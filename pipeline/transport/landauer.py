"""Landauer-Buttiker multi-terminal transport, in plain NumPy and independent of Kwant.

Conventions
-----------
``T[..., i, j]`` is the total transmission probability *from* terminal ``j`` *to* terminal
``i`` (Kwant's ``transmission(to, from)``), summed over modes and spin; diagonal entries are
ignored. Currents are positive when they flow from a terminal's reservoir into the device.
Conductances are in units of e^2/h and resistances in h/e^2 (multiply by
:data:`pipeline.constants.H_OVER_E2_OHM` for ohms).

Terminal voltages obey the Landauer-Buttiker equations (Buttiker, PRL 57, 1761 (1986))::

    I_i = sum_j G_ij V_j,   G_ij = -T_ij (i != j),   G_ii = sum_{k != i} T_ki

so columns of ``G`` sum to zero (charge conservation) and, for a unitary scattering matrix,
so do its rows (a common shift of all voltages drives no current). Voltage probes draw no
current. Every function accepts a stack of matrices (leading axes are broadcast), so a whole
ensemble is processed in one call.

Examples
--------
An ideal helical-edge ring of four contacts (each contact passes one channel to each neighbour):

>>> import numpy as np
>>> T = np.zeros((4, 4))
>>> for i in range(4):
...     T[(i + 1) % 4, i] = T[(i - 1) % 4, i] = 1.0
>>> round(float(four_terminal_resistance(T, 0, 3, 1, 2)), 12)
0.25
"""

from __future__ import annotations

import re
from dataclasses import dataclass

import numpy as np

from pipeline.constants import H_OVER_E2_OHM
from pipeline.errors import TransportError

__all__ = ['conductance_matrix', 'check_sum_rules', 'four_terminal_resistance', 'two_terminal_conductance', 'resistance_matrix', 'Measurement', 'parse_measurement', 'to_ohm', 'helical_ring_transmissions']

#: largest acceptable condition number of the reduced conductance matrix
_MAX_CONDITION = 1e12


def conductance_matrix(T: np.ndarray) -> np.ndarray:
    """Conductance matrix ``G`` (e^2/h) from a transmission matrix (or a stack of them)."""
    T = np.asarray(T, dtype=float)
    if T.ndim < 2 or T.shape[-1] != T.shape[-2]:
        raise TransportError(
            f"transmission matrix must be square in its last two axes, got shape {T.shape!r}"
        )
    n = T.shape[-1]
    off = T * (1.0 - np.eye(n))
    G = -off
    idx = np.arange(n)
    G[..., idx, idx] = off.sum(axis=-2)  # sum_{k != i} T_ki
    return G


def check_sum_rules(T: np.ndarray, *, rtol: float = 1e-6) -> float:
    """Largest row-sum violation of ``G`` relative to its scale; raise if above ``rtol``.

    Row sums vanish only when the transmissions come from a unitary scattering matrix
    (sum_j T_ij = sum_j T_ji). A violation points at a broken solve or at mixed-up data.
    """
    G = conductance_matrix(T)
    scale = max(float(np.abs(G).max(initial=0.0)), 1e-300)
    worst = float(np.abs(G.sum(axis=-1)).max(initial=0.0)) / scale
    if worst > rtol:
        raise TransportError(
            f"transmission matrix violates current conservation: conductance-matrix rows sum "
            f"to {worst:.3g} of its scale (tolerance {rtol:g}); the scattering matrix is not "
            f"unitary - check that every open mode was counted and the solve converged"
        )
    return worst


def _reduced_solve(G: np.ndarray, source: int, drain: int) -> np.ndarray:
    """Terminal voltages for unit current from ``source`` to ``drain`` (drain grounded)."""
    n = G.shape[-1]
    _check_terminal(source, n, "source")
    _check_terminal(drain, n, "drain")
    if source == drain:
        raise TransportError(
            f"source and drain are the same terminal ({source + 1}); a current needs two "
            f"different contacts"
        )
    keep = [t for t in range(n) if t != drain]
    Gr = G[..., keep, :][..., :, keep]
    cond = np.linalg.cond(Gr)
    if not np.all(np.isfinite(cond)) or np.any(cond > _MAX_CONDITION):
        raise TransportError(
            "the conductance matrix is singular (condition number "
            f"{float(np.max(cond)):.3g}): some terminal is not connected to the others, so a "
            "voltage there is undefined; check the transmissions or drop that terminal"
        )
    current = np.zeros(Gr.shape[:-1])
    current[..., keep.index(source)] = 1.0
    Vr = np.linalg.solve(Gr, current[..., None])[..., 0]
    V = np.zeros(G.shape[:-1])
    V[..., keep] = Vr
    return V


def _check_terminal(t: int, n: int, role: str) -> None:
    if not (0 <= int(t) < n):
        raise TransportError(
            f"{role} contact index {t!r} is out of range for a device with {n} contacts "
            f"(valid: 0..{n - 1}, i.e. contacts 1..{n})"
        )


def four_terminal_resistance(
    T: np.ndarray, source: int, drain: int, v_plus: int, v_minus: int
) -> np.ndarray:
    """R_{source drain, v_plus v_minus} in h/e^2 (0-based terminal indices).

    Current enters at ``source`` and leaves at ``drain``; the voltage is
    ``V[v_plus] - V[v_minus]``; all contacts other than source and drain are floating probes.
    """
    G = conductance_matrix(T)
    n = G.shape[-1]
    _check_terminal(v_plus, n, "v_plus")
    _check_terminal(v_minus, n, "v_minus")
    V = _reduced_solve(G, source, drain)
    return V[..., v_plus] - V[..., v_minus]


def two_terminal_conductance(T: np.ndarray, source: int, drain: int) -> np.ndarray:
    """Two-terminal conductance (e^2/h) between two contacts, the others floating."""
    return 1.0 / four_terminal_resistance(T, source, drain, source, drain)


def resistance_matrix(T: np.ndarray, reference: int) -> np.ndarray:
    """Inverse of ``G`` with ``reference`` grounded: ``V_i = sum_j R_ij I_j`` (h/e^2).

    Rows and columns of the reference terminal are zero.
    """
    G = conductance_matrix(T)
    n = G.shape[-1]
    _check_terminal(reference, n, "reference")
    keep = [t for t in range(n) if t != reference]
    Gr = G[..., keep, :][..., :, keep]
    cond = np.linalg.cond(Gr)
    if not np.all(np.isfinite(cond)) or np.any(cond > _MAX_CONDITION):
        raise TransportError(
            f"the conductance matrix with terminal {reference + 1} grounded is singular "
            f"(condition number {float(np.max(cond)):.3g}): a terminal is disconnected"
        )
    R = np.zeros(G.shape)
    ix = np.ix_(keep, keep)
    R[(..., *ix)] = np.linalg.inv(Gr)
    return R


def helical_ring_transmissions(rings: list[list[int]], n_contacts: int) -> np.ndarray:
    """Transmissions of ideal helical edges: one channel from each contact to each neighbour.

    ``rings`` lists the contacts (0-based) in the order a walk along each boundary meets them
    (:func:`pipeline.device.outline.perimeter_order`). Along an ideal quantum spin Hall edge each
    spin species runs one way round, so every contact passes exactly one channel to the next
    contact and one to the previous one (Roth et al., Science 325, 294 (2009)). A ring with a
    single contact passes nothing.
    """
    T = np.zeros((n_contacts, n_contacts))
    for ring in rings:
        m = len(ring)
        if m < 2:
            continue
        for pos, c in enumerate(ring):
            T[ring[(pos + 1) % m], c] += 1.0
            T[ring[(pos - 1) % m], c] += 1.0
    return T


def to_ohm(r_h_over_e2: np.ndarray) -> np.ndarray:
    """Convert resistances from h/e^2 to ohms (h/e^2 from ``scipy.constants``)."""
    return np.asarray(r_h_over_e2) * H_OVER_E2_OHM


@dataclass(frozen=True)
class Measurement:
    """A named transport quantity on a device.

    Attributes
    ----------
    label:
        The name as written, e.g. ``"R14,23"`` or ``"G14"``.
    kind:
        ``"R"`` for a four-terminal resistance (h/e^2), ``"G"`` for a two-terminal
        conductance (e^2/h) with the other contacts floating.
    contacts:
        Contact names: (source, drain, v_plus, v_minus) for ``R``; (source, drain) for ``G``.
    """

    label: str
    kind: str
    contacts: tuple[str, ...]

    def indices(self, contact_names: tuple[str, ...]) -> tuple[int, ...]:
        """0-based contact indices of this measurement on a device with these contacts."""
        out = []
        for name in self.contacts:
            if name not in contact_names:
                raise TransportError(
                    f"measurement {self.label!r} names contact {name!r}, which the device does "
                    f"not have (contacts: {', '.join(contact_names)})"
                )
            out.append(contact_names.index(name))
        return tuple(out)

    def evaluate(self, T: np.ndarray, contact_names: tuple[str, ...]) -> np.ndarray:
        """Value of the measurement (h/e^2 for R, e^2/h for G) for transmissions ``T``."""
        idx = self.indices(contact_names)
        if self.kind == "R":
            return four_terminal_resistance(T, *idx)
        return two_terminal_conductance(T, *idx)

    @property
    def unit(self) -> str:
        return "h/e^2" if self.kind == "R" else "e^2/h"


_COMPACT = re.compile(r"^([RG])([^\s,()]+?)(?:,([^\s,()]+))?$")
_EXPLICIT = re.compile(r"^([RG])\(\s*([^;()]+?)\s*(?:;\s*([^;()]+?)\s*)?\)$")


def parse_measurement(label: str) -> Measurement:
    """Parse ``"R14,23"`` / ``"G14"`` (single-character contact names) or the explicit
    forms ``"R(src,drn;v+,v-)"`` / ``"G(src,drn)"`` for longer names.

    >>> parse_measurement("R14,23").contacts
    ('1', '4', '2', '3')
    >>> parse_measurement("G(left,right)").contacts
    ('left', 'right')
    """
    text = label.strip()
    m = _EXPLICIT.match(text)
    if m:
        kind, first, second = m.group(1), m.group(2), m.group(3)
        pair1 = tuple(s.strip() for s in first.split(","))
        pair2 = tuple(s.strip() for s in second.split(",")) if second else ()
    else:
        m = _COMPACT.match(text)
        if not m:
            raise TransportError(_bad_label(label))
        kind, first, second = m.group(1), m.group(2), m.group(3)
        pair1 = tuple(first)
        pair2 = tuple(second) if second else ()
    if kind == "R":
        if len(pair1) != 2 or len(pair2) != 2:
            raise TransportError(_bad_label(label))
        return Measurement(text, "R", pair1 + pair2)
    if len(pair1) != 2 or pair2:
        raise TransportError(_bad_label(label))
    return Measurement(text, "G", pair1)


def _bad_label(label: str) -> str:
    return (
        f"cannot read measurement {label!r}: write a four-terminal resistance as 'R14,23' "
        f"(current 1->4, voltage 2-3) or 'R(src,drn;vp,vm)', and a two-terminal conductance "
        f"as 'G14' or 'G(src,drn)'"
    )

§ **PROBLEM DETAILS**
Extract every line containing the string "others" from the data above.

§ **RESPONSE**
            f"{float(np.max(cond)):.3g}): some terminal is not connected to the others, so a "
    """Two-terminal conductance (e^2/h) between two contacts, the others floating."""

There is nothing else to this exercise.